我们介绍了CGAPOSENET+GCAN,它通过使用几何Clifford代数网络(GCAN)增强了CGAPOSENET,这是相机姿势回归的架构。添加GCAN,我们仅从RGB图像中获得了相机姿势回归的几何感知管道。cgaposenet使用Clifford几何代数将四元组和翻译向量统一为单个数学对象,即电动机,可用于独特地描述相机姿势。cgaposenet可以在其他方法中获得综合结果,而无需调查损失功能或有关场景的其他信息,例如3D点云,这可能并不总是可用。cgaposenet就像文献中的几种方法一样,只学会了预测运动系数,并且没有意识到预测位于其几何含义的数学空间。通过利用几何深度学习的最新进展,我们从GCAN上修改了CGAPOSENET:从InceptionV3背骨中获得与摄像机框架相关的可能的运动系数的建议,然后通过在G 4,0中使用的一组层来,将它们通过单个电动机为单个电动机。网络的工作是几何意识,具有多活性价值in-
I.引言Flyrock是爆炸启动时远离采矿区的岩石质量。通常考虑的第一个参数是:负担,爆炸孔直径,深度,粉末因子间距,茎,爆炸性材料类型和sub-drill在Flyrock预测期间是可控参数。此外,爆炸工程师无法影响的岩石性能是无法控制的参数,例如压缩间距和岩石的拉伸强度。因此,爆炸工程师必须更改第一个参数,以最大程度地减少flyrock掷距离。设计了各种经验方程,以设想由爆破操作[1],[2]产生的fly架。经验模型是根据flyrock上的几个现场实验的有效参数开发的,即孔直径,爆炸性,茎,负担的密度,弹出材料,粉末因子和孔长度的初始发射速度。因此,这些经验方程的性能预测能力在许多情况下不是很有效[2],[3]。

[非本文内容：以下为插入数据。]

impl Searcher {
    /// Prepares a search: checks the configuration, orders the roles and
    /// allocates every buffer.
    ///
    /// # Errors
    /// [`SearchConfigError`] for a bad `k_best`, jet override or b-tag policy.
    pub fn new(hyp: &Hypothesis, config: SearchConfig) -> Result<Searcher, SearchConfigError> {
        if config.k_best == 0 || config.k_best > MAX_K_BEST {
            return Err(SearchConfigError::BadK(config.k_best));
        }
        let leading = match config.max_jets_override {
            Some(v) if v > MAX_JETS || v < hyp.min_jets() => {
                return Err(SearchConfigError::BadLeadingJets {
                    value: v,
                    needed: hyp.min_jets(),
                })
            }
            Some(v) => v,
            None => hyp.leading_jets(),
        };
        match config.btag {
            BtagPolicy::Threshold(t) if !t.is_finite() => {
                return Err(SearchConfigError::BadBtag(config.btag))
            }
            BtagPolicy::Weighted {
                b_efficiency: eb,
                light_mistag: el,
            } if !(eb > 0.0 && eb < 1.0 && el > 0.0 && el < eb) => {
                return Err(SearchConfigError::BadBtag(config.btag))
            }
            _ => {}
        }
        let plan = Plan::new(hyp, leading, &config.btag);
        let ws = Box::new(Workspace {
            n_jets: 0,
            obj_p4: [FourMomentum::ZERO; OBJ_SLOTS],
            jet_pos: [0; MAX_JETS],
            jet_index: [0; MAX_JETS],
            jet_score: [0.0; MAX_JETS],
            pen: [[0.0; MAX_JETS]; 3],
            n_leps: 0,
            lep_flav: [Flavour::Electron; MAX_LEPTONS],
            lep_charge: [0; MAX_LEPTONS],
            lep_pos: [0; MAX_LEPTONS],
            lep_index: [0; MAX_LEPTONS],
            n_large: 0,
            large_pos: [0; MAX_LARGE_JETS],
            large_index: [0; MAX_LARGE_JETS],
            large_overlap: [0; MAX_LARGE_JETS],
            nu: [None; MAX_LEPTONS],
            cand_mask: [0; MAX_ROLES],
            pen_row: [0; MAX_ROLES],
            buf: [[(0.0, 0); MAX_CANDS]; MAX_ROLES],
            rest_min: [0.0; MAX_ROLES + 1],
            closest_dev: [0.0; MAX_CONSTRAINTS],
            choice: [NONE; MAX_ROLES],
            p4s: [FourMomentum::ZERO; SLOTS],
            comp_m: [0.0; MAX_COMPOSITES],
            prefix: [FourMomentum::ZERO; MAX_COMPOSITES],
            lists: plan
                .joins
                .iter()
                .map(|la| JoinList {
                    // Grown (rarely) by the first events, then reused.
                    entries: Vec::with_capacity(JOIN_ENTRIES_RESERVED),
                    objs: Vec::with_capacity(JOIN_ENTRIES_RESERVED),
                    incr: Vec::with_capacity(JOIN_ENTRIES_RESERVED * la.n_incr),
                    ..JoinList::default()
                })
                .collect(),
            searches: 0,
            thr: f64::INFINITY,
            best: Vec::with_capacity(config.k_best + 1),
            k: config.k_best,
            prune: config.prune,
            evaluated: Evaluated::default(),
            sort_scratch: Vec::with_capacity(64),
            pairs: Vec::with_capacity(if plan.pair_join.is_some() {
                pair_join::MAX_PAIRS
            } else {
                0
            }),
            pair_v: Vec::with_capacity(if plan.pair_join.is_some() {
                pair_join::MAX_PAIRS
            } else {
                0
            }),
            lepton_list: pair_join::LeptonList::for_plan(&plan),
        });
        Ok(Searcher {
            hyp: hyp.clone(),
            config,
            leading,
            plan,
            ws,
        })
    }

    /// The hypothesis searched.
    pub fn hypothesis(&self) -> &Hypothesis {
        &self.hyp
    }

    /// The configuration in use.
    pub fn config(&self) -> &SearchConfig {
        &self.config
    }

    /// Role indices in the order the search fills them (constraints that
    /// close early first). Exposed for diagnostics.
    pub fn fill_order(&self) -> Vec<usize> {
        self.plan.steps.iter().map(|s| s.role).collect()
    }

    /// Searches one event for the best assignments. Never panics; problems
    /// with the event are reported in [`SearchOutcome::status`].
    pub fn search(&mut self, event: &Event) -> SearchOutcome {
        let mut out = SearchOutcome {
            status: SearchStatus::NoValidAssignment,
            ranked: Vec::with_capacity(self.config.k_best),
            evaluated: Evaluated::default(),
        };
        self.search_into(event, &mut out);
        out
    }

    /// Like [`search`](Self::search), reusing `out`'s vector.
    pub fn search_into(&mut self, event: &Event, out: &mut SearchOutcome) {
        out.ranked.clear();
        out.evaluated = Evaluated::default();
        out.status = self.run(event);
        out.evaluated = self.ws.evaluated;
        if out.status == SearchStatus::Found {
            for i in 0..self.ws.best.len() {
                let leaf = self.ws.best[i];
                out.ranked.push(self.plan.template);
                if let Some(slot) = out.ranked.last_mut() {
                    self.ws.build_into(&self.plan, &leaf, slot);
                }
            }
        }
    }

    fn run(&mut self, event: &Event) -> SearchStatus {
        let ws = &mut *self.ws;
        let hyp = &self.hyp;
        let plan = &self.plan;
        ws.best.clear();
        ws.thr = f64::INFINITY;
        ws.searches += 1;
        ws.evaluated = Evaluated::default();
        ws.load_objects(
            event,
            self.leading,
            hyp.large_jet_overlap_dr(),
            &self.config.btag,
        );
        if ws.n_jets < hyp.min_jets() {
            return SearchStatus::TooFewJets {
                needed: hyp.min_jets(),
                available: ws.n_jets,
            };
        }
        if ws.n_leps < hyp.min_leptons() {
            return SearchStatus::TooFewLeptons {
                needed: hyp.min_leptons(),
                available: ws.n_leps,
            };
        }
        if ws.n_large < hyp.min_large_jets() {
            return SearchStatus::TooFewLargeJets {
                needed: hyp.min_large_jets(),
                available: ws.n_large,
            };
        }
        ws.build_candidates(plan, &self.config.btag);
        // Neutrino solutions for every lepton that may source it.
        let mut nu_error = None;
        let mut nu_ok = false;
        if let Some(lrole) = plan.nu_lepton {
            ws.nu = [None; MAX_LEPTONS];
            let d = plan.steps.iter().position(|s| s.role == lrole).unwrap_or(0);
            let mut m = ws.cand_mask[d];
            while m != 0 {
                let l = m.trailing_zeros() as usize;
                m &= m - 1;
                match self.config.neutrino.solve(
                    &ws.obj_p4[LEP_BASE + l],
                    event.met.px,
                    event.met.py,
                ) {
                    Ok(s) => {
                        for (r, n) in s.as_slice().iter().enumerate() {
                            ws.obj_p4[NU_BASE + 2 * l + r] = n.p4;
                        }
                        ws.nu[l] = Some(s);
                        nu_ok = true;
                    }
                    Err(e) => nu_error = nu_error.or(Some(e)),
                }
            }
        }
        ws.prepare_closest(hyp);
        ws.choice = [NONE; MAX_ROLES];
        if self.config.prune {
            ws.prepare_joins(hyp, plan, plan.pair_join.as_ref());
        }
        // The join lists are read-only during the search: moved out of the
        // workspace meanwhile, so the search can borrow them beside it.
        let lists = std::mem::take(&mut ws.lists);
        match (&plan.pair_join, self.config.prune) {
            (Some(k), true) => ws.pair_join(k, hyp, plan, &lists),
            _ => ws.dfs(hyp, plan, &lists, 0, 0.0, Occupancy::default()),
        }
        ws.lists = lists;
        if !ws.best.is_empty() {
            SearchStatus::Found
        } else if let (Some(e), false) = (nu_error, nu_ok) {
            SearchStatus::NeutrinoFailed(e)
        } else {
            SearchStatus::NoValidAssignment
        }
    }
}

2020 年,教育委员会批准了一项全面的学区重新开放/重返校园计划,该计划详细说明了学区如何在公共卫生危机期间安全地让学生返校并提供高质量的教学。该计划已获得新泽西州教育部的批准,并指导了我们去年在疫情期间提供高质量教学的工作。学区现在承认,随着公共卫生条件的改善,教育部已终止了对虚拟教学的豁免,并已指示学区计划在 2021-2022 学年提供全日制、全日制、面对面的教学和运营。因此,我们将继续修改和调整我们的“COVID-19 安全返校计划”,以确保所有学生和教职员工在 9 月安全健康地返校,进行完全面对面的教学。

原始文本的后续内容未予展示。